Skutskärs IF FK
- Full name: Skutskärs Idrottsförening Fotbollklubb
- Ground: Skutskärs IP Skutskär Sweden
- Chairman: Kent Hockman
- League: Division 4 Gestrikland
| Home colours |

= Skutskärs IF Fotboll =

Swedish football club

Skutskärs IF FK is a Swedish football club located in Skutskär.

==Background==
Skutskärs IF FK currently plays in Division 4 Gestrikland which is the sixth tier of Swedish football. They play their home matches at the Skutskärs IP in Skutskär.

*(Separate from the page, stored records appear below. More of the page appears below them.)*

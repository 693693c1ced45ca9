"""Camera response curves: encoded pixel value <-> linear relative exposure.

A response maps an encoded value V in [0, 1] to a linear value in [0, 1] (1 = clipping).

References
----------
- IEC 61966-2-1:1999 (sRGB).  Decode: ``L = V/12.92`` for ``V <= 0.04045``, else
  ``((V + 0.055)/1.055)^2.4``; encode is the inverse with threshold 0.0031308.
- ITU-R BT.709-6 / sRGB relative luminance from *linear* RGB:
  ``Y = 0.2126 R + 0.7152 G + 0.0722 B``.
"""

from __future__ import annotations

from dataclasses import dataclass

import numpy as np

__all__ = [
    "LUMINANCE_WEIGHTS_BT709",
    "Response",
    "srgb_decode",
    "srgb_encode",
    "parse_response",
]

#: Relative luminance weights for linear sRGB / BT.709 primaries (R, G, B).
LUMINANCE_WEIGHTS_BT709 = (0.2126, 0.7152, 0.0722)

_SRGB_DECODE_THRESHOLD = 0.04045
_SRGB_ENCODE_THRESHOLD = 0.0031308


def srgb_decode(v):
    """IEC 61966-2-1 sRGB decoding, encoded ``v`` in [0, 1] -> linear.

    >>> round(float(srgb_decode(0.5)), 9)
    0.21404114
    """
    v = np.asarray(v, dtype=np.float64)
    return np.where(v <= _SRGB_DECODE_THRESHOLD, v / 12.92, ((v + 0.055) / 1.055) ** 2.4)


def srgb_encode(x):
    """IEC 61966-2-1 sRGB encoding, linear ``x`` in [0, 1] -> encoded."""
    x = np.asarray(x, dtype=np.float64)
    xc = np.clip(x, 0.0, None)
    return np.where(xc <= _SRGB_ENCODE_THRESHOLD, 12.92 * xc, 1.055 * xc ** (1 / 2.4) - 0.055)


@dataclass(frozen=True)
class Response:
    """A parametric response: ``kind`` is ``'srgb'``, ``'gamma'`` or ``'linear'``.

    ``gamma`` is the exponent of a pure power law (decode ``V**gamma``); ignored otherwise.
    """

    kind: str = "srgb"
    gamma: float = 2.2

    def decode(self, v):
        """Encoded value(s) in [0, 1] -> linear value(s) in [0, 1]."""
        v = np.asarray(v, dtype=np.float64)
        if self.kind == "srgb":
            return srgb_decode(v)
        if self.kind == "gamma":
            return np.clip(v, 0.0, None) ** self.gamma
        return v

    def encode(self, x):
        """Linear value(s) in [0, 1] -> encoded value(s) in [0, 1]."""
        x = np.asarray(x, dtype=np.float64)
        if self.kind == "srgb":
            return srgb_encode(x)
        if self.kind == "gamma":
            return np.clip(x, 0.0, None) ** (1.0 / self.gamma)
        return x

    def lookup_table(self, levels):
        """Decode table of ``levels`` entries (index = integer code), float32."""
        codes = np.arange(levels, dtype=np.float64) / (levels - 1)
        return self.decode(codes).astype(np.float32)

    def describe(self) -> str:
        if self.kind == "gamma":
            return f"pure gamma {self.gamma:g}"
        if self.kind == "srgb":
            return "sRGB transfer function (IEC 61966-2-1)"
        return "linear (no curve)"


def parse_response(text: str) -> Response:
    """Parse ``'srgb'``, ``'linear'`` or ``'gamma:2.2'`` into a :class:`Response`.

    >>> parse_response("gamma:2.4")
    Response(kind='gamma', gamma=2.4)
    """
    t = text.strip().lower()
    if t in ("srgb", "linear"):
        return Response(kind=t)
    if t.startswith("gamma"):
        _, _, value = t.partition(":")
        try:
            g = float(value) if value else 2.2
        except ValueError:
            raise ValueError(f"response: cannot read the gamma in {text!r}; write e.g. gamma:2.2") from None
        if not 1.0 <= g <= 3.5:
            raise ValueError(f"response: gamma {g:g} is outside 1.0-3.5")
        return Response(kind="gamma", gamma=g)
    raise ValueError(f"response: unknown curve {text!r}; use srgb, linear or gamma:<exponent>")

The club is affiliated to Gestriklands Fotbollförbund. Skutskärs IF have competed in the Svenska Cupen on 13 occasions and have played 19 matches in the competition.

==Season to season==

In their most successful period Skutskärs IF competed in the following divisions:

| Season | Level | Division | Section | Position | Movements |
|---|---|---|---|---|---|
| 1924–25 | Tier 2 | Division 2 | Uppsvenska | 5th |  |
| 1925–26 | Tier 2 | Division 2 | Uppsvenska | 4th |  |
| 1926–27 | Tier 2 | Division 2 | Uppsvenska | 7th |  |
| 1927–28 | Tier 2 | Division 2 | Uppsvenska | 9th | Relegated |
| 1928–29 | Tier 3 | Division 3 | Uppsvenska | 7th |  |
| 1929–30 | Tier 3 | Division 3 | Uppsvenska | 2nd |  |
| 1930–31 | Tier 3 | Division 3 | Uppsvenska | 2nd |  |
| 1931–32 | Tier 3 | Division 3 | Uppsvenska | 6th |  |
| 1932–33 | Tier 3 | Division 3 | Uppsvenska | 8th |  |
| 1933–34 | Tier 3 | Division 3 | Uppsvenska | 3rd |  |
| 1934–35 | Tier 3 | Division 3 | Uppsvenska Östra | 6th |  |
| 1935–36 | Tier 3 | Division 3 | Uppsvenska Västra | 5th |  |
| 1936–37 | Tier 3 | Division 3 | Uppsvenska Östra | 1st | Promotion Playoffs – Promoted |
| 1937–38 | Tier 2 | Division 2 | Norra | 10th | Relegated |
| 1938–39 | Tier 3 | Division 3 | Uppsvenska Västra | 7th |  |
| 1939–40 | Tier 3 | Division 3 | Uppsvenska Västra | 4th |  |
| 1940–41 | Tier 3 | Division 3 | Östsvenska Norra | 4th |  |
| 1941–42 | Tier 3 | Division 3 | Östsvenska Norra | 3rd |  |
| 1942–43 | Tier 3 | Division 3 | Östsvenska Norra | 4th |  |
| 1943–44 | Tier 3 | Division 3 | Östsvenska Norra | 4th |  |
| 1944–45 | Tier 3 | Division 3 | Östsvenska Norra | 4th |  |
| 1945–46 | Tier 3 | Division 3 | Östsvenska Norra | 2nd |  |
| 1946–47 | Tier 3 | Division 3 | Uppsvenska Östra | 3rd | Relegated |

In recent seasons Skutskärs IF FK have competed in the following divisions:

| Season | Level | Division | Section | Position | Movements |
|---|---|---|---|---|---|
| 2005 | Tier 5 | Division 4 | Gästrikland | 4th |  |
| 2006* | Tier 6 | Division 4 | Gästrikland | 2nd | Promotion Playoffs |
| 2007 | Tier 6 | Division 4 | Gästrikland | 4th |  |
| 2008 | Tier 6 | Division 4 | Gästrikland | 3rd |  |
| 2009 | Tier 6 | Division 4 | Gästrikland | 2nd |  |
| 2010 | Tier 6 | Division 4 | Gästrikland | 2nd | Promotion Playoffs |
| 2011 | Tier 6 | Division 4 | Gästrikland | 4th |  |

- League restructuring in 2006 resulted in a new division being created at Tier 3 and subsequent divisions dropping a level.